Whole Life Insurance Quote Form


Life is uncertain and in the untimely event of someone passing away, their family might face financial crisis in his or her absence. A Whole Life Insurance plan can resolve this problem, and even in the event of a mishap, you can rest in peace that your loved one will go through any such condition. For whole life insurance services, get in touch. We serve customers and the surrounding areas.

A few reasons on why you should get whole life insurance

The question should not be why you should but why you shouldn’t. Whole life insurance gives you complete peace of mind. As we all know, good or bad, life is full of surprises, and sometimes the worst things happen when you least expect them. At least, with Whole Life Insurance Brampton, you can plan ahead, so your loved ones have a financially stable life even when you are not there. Read on to for more reasons on why you should get a Whole Life Insurance plan

  • It provides an insurance cover for your whole life and to your beneficiaries when you pass away
  • When you retire from your daily work, you will get a steady flow of cash from the savings that you have built up over time
  • Insurance policies have significant tax benefits and you can save a good amount of cash if you have invested in the same

It’s always better to plan ahead

You may never know when death comes or you, but when it does, you should have complete peace of mind knowing that you have done your bit so your loved ones don’t suffer when you are not there anymore. That’s why it is important to choose a whole life insurance plan where your beneficiaries will be paid the amount no matter when you die.

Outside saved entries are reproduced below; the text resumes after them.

package readers

import (
	"context"
	"errors"
	"fmt"
	"math"
	"slices"
	"strings"
	"testing"

	"strainledger/mesh"
)

func spanOf(low, high int64) mesh.Span { return mesh.Span{Low: low, High: high} }

func justError(_ *mesh.Model, err error) error { return err }

func TestWants(t *testing.T) {
	data := tetrahedron(`<FieldData>
<DataArray type="Float64" Name="points of the rule" NumberOfComponents="2" NumberOfTuples="3" format="ascii">1 2 3 4 5 6</DataArray>
<DataArray type="Int8" Name="note" format="ascii">77 80 97 0</DataArray><DataArray type="Int8" Name="unit" format="ascii">77 80 97</DataArray>
</FieldData>`, `<CellData><DataArray type="Float64" Name="region" format="ascii">3</DataArray>
<DataArray type="Float64" Name="part" format="ascii">3.5</DataArray><DataArray type="Float64" Name="s" NumberOfComponents="2" format="ascii">1 2</DataArray>
<DataArray type="String" Name="words" format="ascii">77 0</DataArray><DataArray type="UInt8" Name="vtkGhostType" format="ascii">32</DataArray></CellData>`)
	model, err := openBytes([]byte(data), Options{})
	if err != nil {
		t.Fatal(err)
	}
	cursor := newTestCursor(t, model)
	ctx := context.Background()
	var c mesh.Chunk
	want := &mesh.Want{CellValues: []string{"s", "part"}, Labels: []string{"region", "part"}, FieldValues: []string{"points of the rule"}}
	if err := cursor.Cells(ctx, spanOf(0, 1), want, &c); err != nil {
		t.Fatal(err)
	}
	if got := fmt.Sprint(c.Types, c.Start, c.Nodes, c.Hidden, c.Values, c.Labels, c.FieldValues); got !=
		fmt.Sprint([]mesh.CellType{10}, []int32{0, 4}, []int32{0, 1, 2, 3}, []uint8{32}, [][]float64{{1, 2}, {3.5}}, [][]int64{{3}, {mesh.NoLabel}}, [][]float64{{1, 2, 3, 4, 5, 6}}) {
		t.Errorf("chunk %s", got)
	}
	want.NoNodes = true
	if err := cursor.Cells(ctx, spanOf(0, 1), want, &c); err != nil {
		t.Fatal(err)
	}
	if c.Nodes != nil || c.Start != nil || c.Shapes != nil || c.Types[0] != 10 || c.Values[0][1] != 2 || c.Hidden[0] != 32 {
		t.Errorf("chunk without nodes %+v", c)
	}
	if model.Text("unit") != "MPa" || model.Text("note") != "" {
		t.Errorf("texts %q", model.Texts)
	}
	for _, test := range []struct {
		want *mesh.Want
		need string
	}{
		{&mesh.Want{CellValues: []string{"none"}}, `array "none": found no such cell array`},
		{&mesh.Want{Labels: []string{"none"}}, `array "none": found no such cell array`},
		{&mesh.Want{CellValues: []string{"words"}}, `array "words": found values of type String`},
		{&mesh.Want{Labels: []string{"s"}}, `array "s": found 2 components, need 1 for a label`},
		{&mesh.Want{FieldValues: []string{"unit 2"}}, `array "unit 2": found no such field array`},
	} {
		err := cursor.Cells(ctx, spanOf(0, 1), test.want, &c)
		if place := new(Error); !errors.As(err, &place) || !strings.Contains(err.Error(), test.need) {
			t.Errorf("error %v, want %q", err, test.need)
		}
	}
	if err := cursor.PointValues(ctx, 0, "s", 0, 4, nil); err == nil {
		t.Error("a cell array was read as a point array")
	}
}

// A caller that asks for what is not there has made a mistake.
func TestSpansBeyondThePiece(t *testing.T) {
	model, err := openBytes([]byte(legacyTetrahedron), Options{})
	if err != nil {
		t.Fatal(err)
	}
	cursor := newTestCursor(t, model)
	ctx := context.Background()
	for name, call := range map[string]func(){
		"cells":  func() { cursor.Cells(ctx, spanOf(0, 2), &mesh.Want{}, &mesh.Chunk{}) },
		"order":  func() { cursor.Cells(ctx, spanOf(1, 0), &mesh.Want{}, &mesh.Chunk{}) },
		"points": func() { cursor.Points(ctx, 0, 3, 5, make([]float64, 6)) },
		"values": func() { cursor.PointValues(ctx, 0, "x", -1, 1, make([]float64, 6)) },
	} {
		func() {
			defer func() {
				if recover() == nil {
					t.Errorf("%s: no panic", name)
				}
			}()
			call()
		}()
	}
}

// The vertical edges of Lagrange hexahedra changed places in version 2.1.
func TestOldOrderOfHexahedra(t *testing.T) {
	for _, test := range []struct {
		degrees [3]int64
		third   int // first node of the third vertical edge
	}{{[3]int64{2, 2, 2}, 18}, {[3]int64{3, 3, 3}, 28}, {[3]int64{2, 3, 4}, 26}, {[3]int64{1, 1, 3}, 12}, {[3]int64{2, 2, 1}, -1}} {
		count := (test.degrees[0] + 1) * (test.degrees[1] + 1) * (test.degrees[2] + 1)
		c := newCursor(nil, nil, 0)
		c.types, c.start = []mesh.CellType{mesh.Tetrahedron, mesh.LagrangeHexahedron}, []int32{0, 4, 4 + int32(count)}
		want := []int32{100, 101, 102, 103}
		for i := range int32(count) {
			want = append(want, i)
		}
		c.nodes = slices.Clone(want)
		edge := int(test.degrees[2]) - 1
		if test.third > 0 {
			for k := range edge {
				a, b := 4+test.third+k, 4+test.third+edge+k
				want[a], want[b] = want[b], want[a]
			}
		}
		degrees := append([]int64{0, 0, 0}, test.degrees[:]...)
		if test.degrees[0] == test.degrees[1] && test.degrees[1] == test.degrees[2] {
			degrees = nil // the count tells
		}
		if c.reorder(degrees); !slices.Equal(c.nodes, want) {
			t.Errorf("degrees %v: nodes %v, want %v", test.degrees, c.nodes, want)
		}
	}
}

// A straight Lagrange hexahedron tells by its nodes in which order they stand. The
// version is obeyed; where only the other order fits, there is a remark.
func TestOrderThatFits(t *testing.T) {
	// lattice places of the nodes in today's order
	var places [][3]int
	for _, edge := range []string{
		"000 200 220 020 002 202 222 022", "100 210 120 010 102 212 122 012", "001 201 221 021",
		"011 211 101 121 110 112 111",
	} {
		for _, word := range strings.Fields(edge) {
			places = append(places, [3]int{int(word[0] - '0'), int(word[1] - '0'), int(word[2] - '0')})
		}
	}
	for _, test := range []struct {
		version   string
		isSwapped bool
		codes     []string
		x         float64 // of the node on the third vertical edge, which is at 2 if all fits
	}{
		{"1.0", true, nil, 2}, {"2.2", false, nil, 2},
		{"1.0", false, []string{"node-order"}, 0}, {"2.2", true, []string{"node-order"}, 0},
	} {
		w := newTestWriter(testCoding{form: "ascii"}, "UnstructuredGrid", test.version)
		w.printf("<UnstructuredGrid><Piece NumberOfPoints=\"27\" NumberOfCells=\"1\">\n")
		points, nodes := testArray{"Points", "Float64", 3, nil}, testArray{"connectivity", "Int32", 1, nil}
		for i, place := range places {
			if test.isSwapped && (i == 18 || i == 19) {
				place = places[37-i]
			}
			for axis := range 3 {
				points.values = append(points.values, float64(place[axis]))
			}
			nodes.values = append(nodes.values, float64(i))
		}
		w.element("Points", points)
		w.element("Cells", nodes, testArray{"offsets", "Int32", 1, []float64{27}}, testArray{"types", "UInt8", 1, []float64{72}})
		w.printf("</Piece></UnstructuredGrid>\n")
		model, got := read(t, string(w.bytes()))
		at := got.nodes[0][18]
		if x := got.points[3*at]; !slices.Equal(codes(model), test.codes) || x != test.x {
			t.Errorf("version %s, swapped %v: remarks %v, the node on the third vertical edge at x = %v", test.version, test.isSwapped, model.Remarks, x)
		}
	}
}

func TestRationalWeights(t *testing.T) {
	data := strings.Replace(tetrahedron("", `<PointData RationalWeights="w"><DataArray type="Float64" Name="w" format="ascii">1 2 3 4</DataArray></PointData>`), "", "", 1)
	model, err := openBytes([]byte(data), Options{})
	if err != nil || model.Pieces[0].RationalWeights != "w" {
		t.Errorf("weights %q, %v", model.Pieces[0].RationalWeights, err)
	}
}

func TestDegreesAreWhole(t *testing.T) {
	for _, degrees := range []string{"1.5 1 1", "-1 1 1", "1e9 1 1", "nan 1 1"} {
		data := strings.Replace(tetrahedron("", fmt.Sprintf(`<CellData HigherOrderDegrees="d"><DataArray type="Float64" Name="d" NumberOfComponents="3" format="ascii">%s</DataArray></CellData>`, degrees)),
			`"types" format="ascii">10`, `"types" format="ascii">71`, 1)
		if err := readError(data, Options{}); !errors.Is(err, ErrMalformed) || !strings.Contains(err.Error(), "cell 0: found the degree") {
			t.Errorf("degrees %s: %v", degrees, err)
		}
	}
}

func TestPolygonalRule(t *testing.T) {
	_, got := read(t, `<VTKFile type="PolyData" version="1.0"><PolyData><Piece NumberOfPoints="5" NumberOfVerts="2" NumberOfLines="2" NumberOfPolys="4" NumberOfStrips="1">
<Points><DataArray type="Float32" NumberOfComponents="3" format="ascii">0 0 0 1 0 0 1 1 0 0 1 0 2 2 0</DataArray></Points>
<Strips><DataArray type="Int32" Name="connectivity" format="ascii">0 1 3 2</DataArray><DataArray type="Int32" Name="offsets" format="ascii">4</DataArray></Strips>
<Verts><DataArray type="Int32" Name="connectivity" format="ascii">4 0 1</DataArray><DataArray type="Int32" Name="offsets" format="ascii">1 3</DataArray></Verts>
<Lines><DataArray type="Int32" Name="connectivity" format="ascii">0 1 0 1 2</DataArray><DataArray type="Int32" Name="offsets" format="ascii">2 5</DataArray></Lines>
<Polys><DataArray type="Int32" Name="connectivity" format="ascii">0 1 2 0 1 2 3 0 1 2 4 3</DataArray><DataArray type="Int32" Name="offsets" format="ascii">3 7 12 12</DataArray></Polys>
<CellData><DataArray type="Int32" Name="id" format="ascii">0 1 2 3 4 5 6 7 8</DataArray></CellData></Piece></PolyData></VTKFile>`)
	want := [][]int32{{4}, {0, 1}, {0, 1}, {0, 1, 2}, {0, 1, 2}, {0, 1, 2, 3}, {0, 1, 2, 4, 3}, {}, {0, 1, 3, 2}}
	if !slices.EqualFunc(got.nodes, want, slices.Equal) {
		t.Errorf("nodes %v, want %v", got.nodes, want)
	}
	if types := fmt.Sprint(got.types); types != "map[0:1 1:1 2:1 3:1 4:1 5:1 6:1 7:1 9:1]" {
		t.Errorf("types %s", types)
	}
	if length := got.measure["1"]; math.Abs(length-3) > 1e-15 {
		t.Errorf("length %v, want 3", length)
	}
}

There are two types of life insurance that you can choose between. One is the non-participating one where there is a guaranteed cash value involved and the other is the ‘participating’ option where the cash involved is variable depending on the depending on your premiums and dividends. The dividends involve are paid on the basis of interest rates depending on the insurance company’s profitability.

A few things you should know

  • Whole life insurance policy can be canceled or revoked if you stop paying the premiums in which case, you can receive the cash value
  • Your health condition at the time of your purchase determines the premium amount that you will pay the entire period
  • The cash value withdrawn from the insurance is non-taxable
  • The fixed premium that you would be paying might be high when compared with Term Life Insurance, but on monthly payments, it is less
  • The cash value that you get against the insurance can be borrowed as collateral for a third party loan

Our team members can always offer you unbiased advice with your interests in mind. Contact us today for more details. Our services are available to customers.

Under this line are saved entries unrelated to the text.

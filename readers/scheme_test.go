package readers

import (
	"context"
	"errors"
	"os"
	"slices"
	"strings"
	"testing"

	"strainledger/mesh"
)

// The file is one that VTK 9.1 wrote: a quadrilateral and two tetrahedra, four points
// each, the values interpolated there from the nodal values 0, 0.5, 1 ...
func TestSchemes(t *testing.T) {
	data, err := os.ReadFile("../testdata/integration/dictionary-vtk.vtu")
	if err != nil {
		t.Fatal(err)
	}
	text := string(data)
	model, err := openBytes(data, Options{})
	if err != nil {
		t.Fatal(err)
	}
	if len(model.Schemes) != 2 || model.Schemes[0].Type != mesh.Quad || model.Schemes[1].Type != mesh.Tetrahedron {
		t.Fatalf("schemes %+v", model.Schemes)
	}
	cursor := newTestCursor(t, model)
	var c mesh.Chunk
	if err := cursor.Cells(context.Background(), spanOf(0, 3), &mesh.Want{FieldValues: []string{"disp"}}, &c); err != nil {
		t.Fatal(err)
	}
	for i := range c.Count {
		scheme := model.Schemes[min(i, 1)]
		nodes := c.Nodes[c.Start[i]:c.Start[i+1]]
		if len(nodes) != scheme.Nodes || len(scheme.Weights) != 4 || len(scheme.Shapes) != 4*scheme.Nodes {
			t.Fatalf("scheme %+v", scheme)
		}
		var want []float64
		for point := range 4 {
			value := 0.0
			for k, node := range nodes {
				value += scheme.Shapes[point*scheme.Nodes+k] * float64(node) / 2
			}
			want = append(want, value)
		}
		// VTK writes shape functions with 16 digits
		if got := c.FieldValues[0][4*i : 4*i+4]; !slices.EqualFunc(got, want, func(a, b float64) bool { return a-b < 1e-14 && b-a < 1e-14 }) {
			t.Errorf("cell %d: %v, want %v", i, got, want)
		}
	}
	for _, test := range []struct{ old, new, need string }{
		{"0 4 8\n", "0 8 4\n", "cell 1: found that the values of \"disp\" begin at 8, need 4"},
		{`<CellType value="9"/>`, ``, "no element CellType"},
		{`<CellType value="9"/>`, `<CellType value="x"/>`, "need a count"},
		{`<CellType value="9"/>`, `<CellType value="265"/>`, "cell type 265"},
		{`<NumberOfNodes value="4"/>`, `<NumberOfNodes value="1001"/>`, "at most 1000"},
		{`<NumberOfNodes value="4"/>`, `<NumberOfNodes value="5"/>`, `array "ShapeFunctionWeights"`},
		{"6.2200846792814501e-01 1.66", "0,6 1.66", "decimal point"},
		{"<QuadratureWeights>\n", "<QuadratureWeights2></QuadratureWeights2><Other>", ""},
	} {
		if !strings.Contains(text, test.old) {
			t.Fatalf("no %q", test.old)
		}
		model, err := openBytes([]byte(strings.Replace(text, test.old, test.new, 1)), Options{})
		if err == nil {
			err = newTestCursor(t, model).Cells(context.Background(), spanOf(0, 3), &mesh.Want{FieldValues: []string{"disp"}}, &c)
		}
		if place := new(Error); !errors.As(err, &place) || !strings.Contains(err.Error(), test.need) {
			t.Errorf("%s: error %v, want %q", test.new, err, test.need)
		}
	}
}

If you surrender the policy at a later date, the cash value, if any, will be returned to you. If you stop making premium payments you can receive the cash value or use that cash value to provide a paid-up insurance benefit.

Your health condition at the time you purchase the policy determines the fixed premium you’ll pay your whole life. So if you are healthy now, it is not too early to purchase a Whole Life Insurance and enjoy lesser monthly payments.

The cash value can be withdrawn from the Insurance and will be non-taxed until it exceeds the amount you’ve actually paid in.

Whole Life Insurance grows until your demise. Thus it is a guaranteed assurance, of protecting your family from any financial difficulty.

You will be paying fixed premiums throughout your life. It may be high compared to Term Life Insurance with the same coverage, but are much less than the monthly payments of an extended Term Life Insurance for the whole life.

In case of Participating Whole Life Insurance, the insurer receives dividends which fluctuate according to the performance of the Insurance Company.

In Whole Life Insurance, a part of your premium builds a cash value which can be borrowed against the Insurance. It is a tax-deferred amount. The cash value also acts as a collateral to enable you to avail a loan from the third party.

This policy covers the entirety of your lifetime and after you retire, you will have a steady cash flow in the form of cash value if designed that way.

Yes, and it will be returned to you or your beneficiaries ( if the untimely event of your death).

Absolutely not. You use the amount to repay your loan, credit card bill, on home renovation, anywhere you want.

Then policy lapse

You can pay it over a period of 10-20 years or till the age of 65 or till age 100.